The problem with stats is that they fail to tell the whole picture. Now when they are used properly they can back up a point and give examples. But they can also be abused and manipulated. Like the Silver Surfer. He doesn’t want to destroy Worlds for Galactus, but he’s forced into it. Well just like Norrin Radd numbers have a noble past – numbers as we know them today go back thousands of years with the ancient Egyptians starting the ball rolling.

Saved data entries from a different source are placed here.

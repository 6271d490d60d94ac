"""Centring and scaling of features, as they are applied to a panel while it is read."""

from __future__ import annotations

from dataclasses import dataclass, replace

import numpy as np

# Deviations of lines are taken for about so many entries at a time.
_STATISTICS_ENTRIES = 2**18


@dataclass(frozen=True, eq=False)
class Preparation:
    """What is subtracted from and divided out of the lines of a panel.

    Features lie across the sweep when lines are samples; then `shift` and `inverse_scale` are vectors known
    beforehand (from a pilot, later exactly). Otherwise every line is a whole feature, and its statistics are its own.

    Attributes
    ----------
    across_features : bool
        Features lie across the sweep.
    center, scale : bool
    shift : ndarray, shape (across,), or None
        Subtracted from every line, in units of the file; None for zero.
    inverse_scale : ndarray, shape (across,), or None
        Multiplied into every line after the shift; None for one.
    about : ndarray, shape (across,), or None
        Features that are scaled but not centred: a first mean, in prepared units, about which squares are taken.
    """

    across_features: bool
    center: bool
    scale: bool
    shift: np.ndarray | None = None
    inverse_scale: np.ndarray | None = None
    about: np.ndarray | None = None

    @property
    def changes_nothing(self) -> bool:
        """Whether entries are used as they are stored, but for their type."""
        if self.across_features:
            return self.shift is None and self.inverse_scale is None
        return not (self.center or self.scale)

    def learnt(self, mean: np.ndarray, inverse_scale: np.ndarray | None, work: np.dtype) -> Preparation:
        """Return the same preparation with better statistics, the shift representable in the working precision.

        Parameters
        ----------
        mean : ndarray, shape (across,)
            In units of the file.
        inverse_scale : ndarray, shape (across,), or None
        work : numpy.dtype
        """
        if self.center:
            return replace(self, shift=mean.astype(work).astype(mean.dtype), inverse_scale=inverse_scale)
        about = mean * inverse_scale if inverse_scale is not None else mean
        return replace(self, inverse_scale=inverse_scale, about=about if self.scale else None)

    def about_mean(self) -> Preparation:
        """The same, with features that are scaled but not centred shifted by their first mean.

        The shift comes before the scale: of a large mean, scaled and rounded, the deviations would keep the rounding.
        """
        if self.about is None:
            return self
        mean = self.about if self.inverse_scale is None else self.about / self.inverse_scale
        return replace(self, shift=mean, about=None)


@dataclass(frozen=True, eq=False)
class LineStatistics:
    """Statistics of lines that are whole features.

    Attributes
    ----------
    mean, rest : ndarray, shape (lines,), double or complex double
        The mean as it can be stored, and what the lines keep of it once that is subtracted.
    inverse_scale : ndarray, shape (lines,), double
        One over the standard deviation (n − 1); one for constant lines.
    constant : ndarray of bool, shape (lines,)
        Lines whose smallest and largest entries are equal.
    """

    mean: np.ndarray
    rest: np.ndarray
    inverse_scale: np.ndarray
    constant: np.ndarray


def line_statistics(raw: np.ndarray, *, scale: bool, rest: bool = True) -> LineStatistics:
    """Mean and, where asked, standard deviation of every line, in double.

    Parameters
    ----------
    raw : ndarray, shape (lines, across)
        Entries as stored.
    scale : bool
        Whether deviations are wanted.
    rest : bool
        Whether the rest of the mean is wanted; single precision is too coarse for it.
    """
    wide = np.complex128 if raw.dtype.kind == "c" else np.float64
    mean = raw.mean(axis=1, dtype=wide)
    constant = np.all(raw == raw[:, :1], axis=1)
    # The mean of equal numbers may differ from them by rounding; a constant line must become exactly zero.
    mean = np.where(constant, raw[:, 0].astype(wide), mean)
    inverse, left = np.ones(len(raw)), np.zeros_like(mean)
    step = max(1, _STATISTICS_ENTRIES // max(1, raw.shape[1]))
    for first in range(0, len(raw), step) if scale or rest else ():
        some = slice(first, first + step)
        deviation = np.subtract(raw[some], mean[some, None], dtype=wide, casting="unsafe")
        left[some] = deviation.mean(axis=1)
        if scale:
            deviation -= left[some, None]
            spread = np.linalg.norm(deviation, axis=1) / np.sqrt(max(1, raw.shape[1] - 1))
            inverse[some] = 1.0 / np.where(constant[some] | (spread == 0), 1.0, spread)
    return LineStatistics(mean, left, inverse, constant)


def prepare_unit(
    raw: np.ndarray, preparation: Preparation, lines: LineStatistics | None, columns: slice, out: np.ndarray
) -> None:
    """Convert, centre and scale a few lines into a working buffer.

    Parameters
    ----------
    raw : ndarray, shape (lines, across)
        Entries as stored; only `columns` are used.
    preparation : Preparation
    lines : LineStatistics or None
        Statistics of these lines where lines are features.
    columns : slice
        Range across the sweep.
    out : ndarray, shape (lines, columns)
        Working precision; wholly overwritten.

    Notes
    -----
    In single precision the shift is representable in single, so that the subtraction of close numbers is exact
    (Sterbenz) and its rounding is relative to the small result; the rest of the mean is corrected exactly afterwards.
    """
    part = raw[:, columns]
    if preparation.across_features:
        if preparation.shift is not None:
            np.subtract(part, preparation.shift[columns].astype(out.dtype), out=out, dtype=out.dtype, casting="unsafe")
        else:
            out[...] = part
        if preparation.inverse_scale is not None:
            np.multiply(out, preparation.inverse_scale[columns].astype(out.real.dtype), out=out)
        return
    if lines is None:
        out[...] = part
        return
    wide = np.result_type(out.dtype, np.float64)
    if preparation.center:
        # In double, whatever the working precision: the mean of a line is not representable in single.
        np.subtract(part, lines.mean[:, None], out=out, dtype=wide, casting="unsafe")
        if out.dtype == wide:
            # The rounding of a large mean would else stay in every entry of its line.
            out -= lines.rest[:, None]
    else:
        out[...] = part
    if preparation.scale:
        np.multiply(out, lines.inverse_scale[:, None].astype(out.real.dtype), out=out)
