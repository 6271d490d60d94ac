"""The choice among plans: the cheapest that fits, or the least ceiling that would do."""

from __future__ import annotations

import os
from collections.abc import Callable, Iterator, Sequence
from dataclasses import replace

from bigsvd.plan.candidates import candidates, preference, price, terms_of, waves_of
from bigsvd.plan.least import MOST_AMPLIFICATION, cut_remark, too_small
from bigsvd.plan.memory import total
from bigsvd.plan.phases import predict
from bigsvd.plan.plan import Plan
from bigsvd.plan.rates import NOMINAL, Rates
from bigsvd.plan.reasons import explain, worker_words
from bigsvd.plan.request import Request, check_request
from bigsvd.source import LineNonzeros, MatrixSpec

WORTH_READING_ONCE = 2.0
ResultBytes = Callable[[int], int]


def _nothing(rank: int) -> int:
    """Bytes of a result that is not written."""
    return 0


def make_plan(
    spec: MatrixSpec,
    request: Request,
    *,
    ceiling: int,
    processors: int | None = None,
    result_bytes: ResultBytes = _nothing,
    rates: Rates = NOMINAL,
    line_nonzeros: LineNonzeros | None = None,
) -> Plan:
    """Decide how a matrix will be decomposed.

    Parameters
    ----------
    spec : MatrixSpec
    request : Request
    ceiling : int
        Bytes the process may hold.
    processors : int or None
        Processors at hand; decides only how many workers run.
    result_bytes : callable
        Bytes that writing a result of so many components holds.
    rates : Rates
        What costs are compared with; others than the nominal ones make other plans.
    line_nonzeros : callable, optional
        Of a sparse matrix, how many entries of lines first … stop along its compressed axis are stored. Without it the
        zeros of panels are multiplied too.

    Returns
    -------
    Plan
        The cheapest at nominal rates among all that fit; of an unfolded array one that decodes every chunk once a
        sweep, unless it is twice as dear.

    Raises
    ------
    OptionError
        If an option is out of range.
    MemoryCeilingError
        If nothing fits; names the least that would.
    """
    request, remarks = check_request(request, spec)
    samples_axis = 0 if request.samples == "rows" else 1
    axes = {"auto": (0, 1), "rows": (0,), "columns": (1,)}[request.axis]
    routes = ("direct", "gram", "tsqr", "krylov") if request.route == "auto" else (request.route,)
    assert request.rank is not None
    written = result_bytes(request.rank)

    def drafts(bytes_allowed: int) -> Iterator[Plan]:
        for axis in axes:
            for route in routes:
                yield from candidates(spec, request, axis, samples_axis, route, bytes_allowed, written, line_nonzeros)

    found = [price(plan, rates) for plan in drafts(ceiling) if plan.planned_bytes <= ceiling]
    if not found:
        raise too_small(spec, request, ceiling, drafts, rates)
    best = _best(found)
    workers = request.workers or processors or os.cpu_count() or 1
    workers = _fitting_workers(best, min(workers, 2 * best.leaves))
    reasons = (*explain(best, found, request), ("workers", worker_words(workers, request, best)))
    if best.geometry.amplification > MOST_AMPLIFICATION and request.panel_lines is None:
        remarks += cut_remark(best, drafts, rates)
    made = replace(
        best, workers=workers, memory=terms_of(best, workers), reasons=reasons, remarks=remarks,
        waves=waves_of(best, rates),
    )  # fmt: skip
    return replace(made, nominal_phases=predict(made, rates=rates).wall)


def _best(found: Sequence[Plan]) -> Plan:
    """The plan that is made."""
    best = min(found, key=preference)
    if best.spec.unfolding is None or best.geometry.amplification <= MOST_AMPLIFICATION:
        return best
    # Nominal rates are those of files in the page cache, which stacks outgrow: reading 40 times is no bargain then.
    once = (plan for plan in found if plan.geometry.amplification <= MOST_AMPLIFICATION)
    spared = min(once, key=preference, default=best)
    return spared if spared.nominal_seconds <= WORTH_READING_ONCE * best.nominal_seconds else best


def _fitting_workers(plan: Plan, wanted: int) -> int:
    """The most workers, up to those wanted, that fit under the ceiling."""
    for workers in range(wanted, 1, -1):
        if total(terms_of(plan, workers)) <= plan.ceiling:
            return workers
    return 1
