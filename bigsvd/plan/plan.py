"""The plan: every choice that touches the numbers, made from spec, options and ceiling alone."""

from __future__ import annotations

import math
import os
from collections.abc import Callable, Iterator
from dataclasses import dataclass, field, replace

from bigsvd.errors import MemoryCeilingError, OptionError
from bigsvd.plan.geometry import Geometry, cut, group
from bigsvd.plan.memory import MemoryTerm, memory_terms, total
from bigsvd.plan.rates import COMPLEX_FACTOR, DENSE_RATE, PRODUCT_RATE, QR_RATE, READ_RATE
from bigsvd.plan.request import Request, check_request
from bigsvd.plan.widths import Widths, closing_width, krylov_widths
from bigsvd.randomness import draw_without_repeat
from bigsvd.source import MatrixSpec
from bigsvd.units import show_bytes, show_count, show_seconds, show_shape

PILOT_SHARE = 0.05
# Share of the matrix that the exact check on slices reads, for the estimate of bytes.
NOMINAL_SHARE_OF_SLICES = 0.01
FEWEST_PILOT_PANELS = 8
# Workers that costs are compared with and memory is sized for; the number that really runs changes neither.
NOMINAL_WORKERS = 2
# Sweeps a block Krylov run is expected to take after the pilot (1/i spectrum, docs/method.md).
NOMINAL_SWEEPS = 3
# Sweeps that restarts cost, by the growths there is room for.
RESTART_SWEEPS = {3: 0.0, 2: 0.3, 0: 1.5}
# Longest short side for which a route that computes the whole spectrum is considered.
LONGEST_SHORT_SIDE = 6000
STREAM_PILOT, STREAM_SLICES = 1, 2
# Shares of the ceiling that one panel may take, and segments per wave, that are tried.
_PANEL_SHARES = (8, 16, 32, 64, 128, 256)
_LEAVES = (8, 4, 2, 1)
# Below this nominal time exactness decides, not cost: the direct route comes first.
_NO_MATTER_SECONDS = 2.0
_ROUTE_ORDER = ("direct", "tsqr", "gram", "krylov")
SINGLE_KINDS = ("f2", "f4", "i1", "i2", "u1", "u2", "b1", "c8")


ResultBytes = Callable[[int], int]


def _nothing(rank: int) -> int:
    """Bytes of a result that is not written."""
    return 0
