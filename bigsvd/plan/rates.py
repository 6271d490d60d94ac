"""Nominal rates: what costs are compared with. Data, so that a command makes the same choices on every machine."""

from __future__ import annotations

# Decoded bytes per second that one worker reads, by storage class (calibrated on two cores of 2.4–2.6 GHz, file in the
# page cache).
READ_RATE = {
    "memory": 4.0e9,
    "npy": 1.5e9,
    "plain": 1.2e9,
    "compressed": 0.20e9,
    "zarr": 0.35e9,
    "graph": 0.5e9,
}

# Floating-point operations per second of one worker: real products in single and double, Householder QR, dense SVD.
PRODUCT_RATE = {"single": 66e9, "double": 32e9}
QR_RATE = 10e9
DENSE_RATE = 4e9
# A complex multiplication and addition are four of each.
COMPLEX_FACTOR = 4.0

# Resident size of the interpreter with every library loaded and its thread stacks, bytes. Measured by
# tests/flow/test_promises.py, which fails when it no longer covers what an empty run needs.
BASE_BYTES = 136 * 2**20
# Packing buffers that BLAS keeps for every thread that multiplies, bytes.
BLAS_BYTES = 12 * 2**20

# Share of the matrix that the exact check on slices reads, for the estimate of bytes.
NOMINAL_SHARE_OF_SLICES = 0.01
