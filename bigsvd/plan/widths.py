"""How many columns the basis starts with, grows by, keeps at a restart, and may have at most."""

from __future__ import annotations

from dataclasses import dataclass

# Sweeps a block Krylov run is expected to take, by how wide its blocks are: means over spectra that fall as 10^(−i/10),
# 1/i and 1/√i, 15 spikes over noise, and spikes of 3 to 40 (20 components of 12,000 × 3,000: 1, 2, 3, 5, 2 sweeps of
# 246 columns in all against 1, 2, 4, 5, 2 of 200).
PROFILES = {"wide": 2.6, "narrow": 2.8}
# They are for intervals within a thousandth; each further decade costs so many more (means over the same kinds of
# spectra, 6,000 × 1,500: 1.8 and 2.2 sweeps for a tenth, 3.8 and 4.0 for 1e-6, 4.8 and 5.2 for 1e-8).
NOMINAL_TOLERANCE = 1e-3
SWEEPS_PER_DECADE = 0.4
# Test vectors of the missed bound. With 24 the chi-square quantile at 1e-10 gains a factor 1.3, with 20 nothing; 10
# would cost 9.
TEST_VECTORS = 24


def crowd_reach(rank: int) -> int:
    """How far ahead a component must have neighbours to count as crowded, q = max(10, rank)."""
    return max(10, rank)


@dataclass(frozen=True)
class Widths:
    """Columns of the block Krylov basis.

    Attributes
    ----------
    start : int
        Directions of the first basis, from the pilot or Gaussian.
    test : int
        Gaussian test vectors that join each sweep; the missed bound rests on them.
    grow : int
        Residual directions that join after a sweep.
    keep : int
        Ritz vectors kept at a restart.
    limit : int
        Most columns.
    profile : {"wide", "narrow"}
        Wide blocks save sweeps, narrow ones products.
    """

    start: int
    test: int
    grow: int
    keep: int
    limit: int
    profile: str = "wide"

    @property
    def block(self) -> int:
        """Most columns multiplied in one sweep."""
        return min(self.limit, max(self.start + self.test, self.grow + 2 * self.test))


def krylov_widths(rank: int, across: int, *, growths: int = 3, profile: str = "wide") -> Widths:
    """Widths for `rank` wanted components of a matrix `across` wide.

    Parameters
    ----------
    rank : int
    across : int
    growths : int
        How often the basis may grow before it is restarted; 0 for the narrowest blocks and the least memory: one block
        beside the kept Ritz vectors. A tighter choice spends more sweeps.
    profile : {"wide", "narrow"}

    Returns
    -------
    Widths
        With enough columns after the first sweep to see the neighbours that show a bulk, K + max(10, K).
    """
    keep = rank + crowd_reach(rank) + 10
    if growths and profile == "wide":
        start, grow = max(keep, 3 * rank + 10), keep
    elif growths:
        start, grow = rank + crowd_reach(rank), rank + 10
    else:
        start, grow = keep, max(rank + 10, keep // 2)
    least = max(start + TEST_VECTORS, keep + grow + 2 * TEST_VECTORS)
    limit = max(least, start + TEST_VECTORS + growths * (grow + 2 * TEST_VECTORS))
    return Widths(
        min(start, across), min(TEST_VECTORS, across), min(grow, across), min(keep, across), min(limit, across), profile
    )


def closing_width(rank: int, across: int) -> int:
    """Right vectors swept to close a route that knows the whole spectrum: enough to show a bulk."""
    return min(across, rank + crowd_reach(rank) + 10)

Numbers aren’t living, breathing things, but if they were, then I have no doubt that the Royal Society for the Prevention of Cruelty to Numbers would have something to say about any kind of statistic that makes Titus Bramble seem like some kind of a Xavi.

Statistics have of course got a place in the modern game, but they can’t ever replace watching it. Getting your own analysis from the game is always going to give you a better feel for it than statistics ever could. They say that Possession is nine tenths of the law. It’s also one of the stats that irks me the most. Because it says nothing of penetration, or threat posed to the opposition. Sure that team kept the ball for 20 minutes, but it was in their own half, passed between their back four and the ‘keeper with the opposition camped out on the half way line and 3-0 up. Arsenal have recently done to Barcelona what teams seem to do to Arsenal – let them tippy tappy it about as much as they want and then smash them on the break. Possession is a bonus. It’s a nice little figure to look at sometimes but without objectivity it can be nonsense. Titus Bramble may have attempted 113 passes but for all I know he could have misplaced 113 passes as well. I genuinely wouldn’t be surprised. In fact if I had to bet on it I would say that he completes the majority of his passes to his mates in the crowd, unused substitutes sitting on the bench and sometimes his own face. Not necessarily in that order but that would be my top 3. That’s the problem with using the attempted stat. Over 100 passes completed in a game, now that I’d be impressed by. I’ve tried to seduce thousands of women in my lifetime, but my seduction completion is definitely not up there with the all time greats. In fact if it weren’t for alcohol my seduction completion ratio would be worse than Bramble’s pass completion, although it could be argued that there have been times when drunkenly slurring at girls hasn’t helped my cause. So again, a statistic muddler. Anyway, whilst there are all sorts of mini stats to be drawn up to analyse my pursuit of the fairer sex – shirt colour, hair cut, deoderant used, cockyness at time of approach etc that isn’t the issue.

Obscure stats can be fun in their own little way, and this particular stat has caused a bit of “banter” and amusement when we learnt that Titus Bramble was the 5th musketeers because quite frankly if we’d had a list of every English player registered in the Premiership over that time period he may well have been last on the guess list. But my concern is that people use stats, not to illustrate a point, but to whole heartedly fabricate nonsense and use numbers to support something that doesn’t deserve backing up, and not only that, they state a stat in such a way that it puts out an invisible assertion. Jack Wilshire was only the 6th English player to attempt 100 or more passes in a match since 2008 is worded in such a way that you are meant to be impressed. Just as I could tell you “Emile Heskey has scored more international goals against Malta than any Brazilian, including Pele”. Never mind that Brazil have never played Malta, and even then the big lump only scored 1, you cannot help but subconsciously get a positive impression from that stat and nobody who’s ever seen Titus Bramble play should have a positive impression of his passing ability. Ever.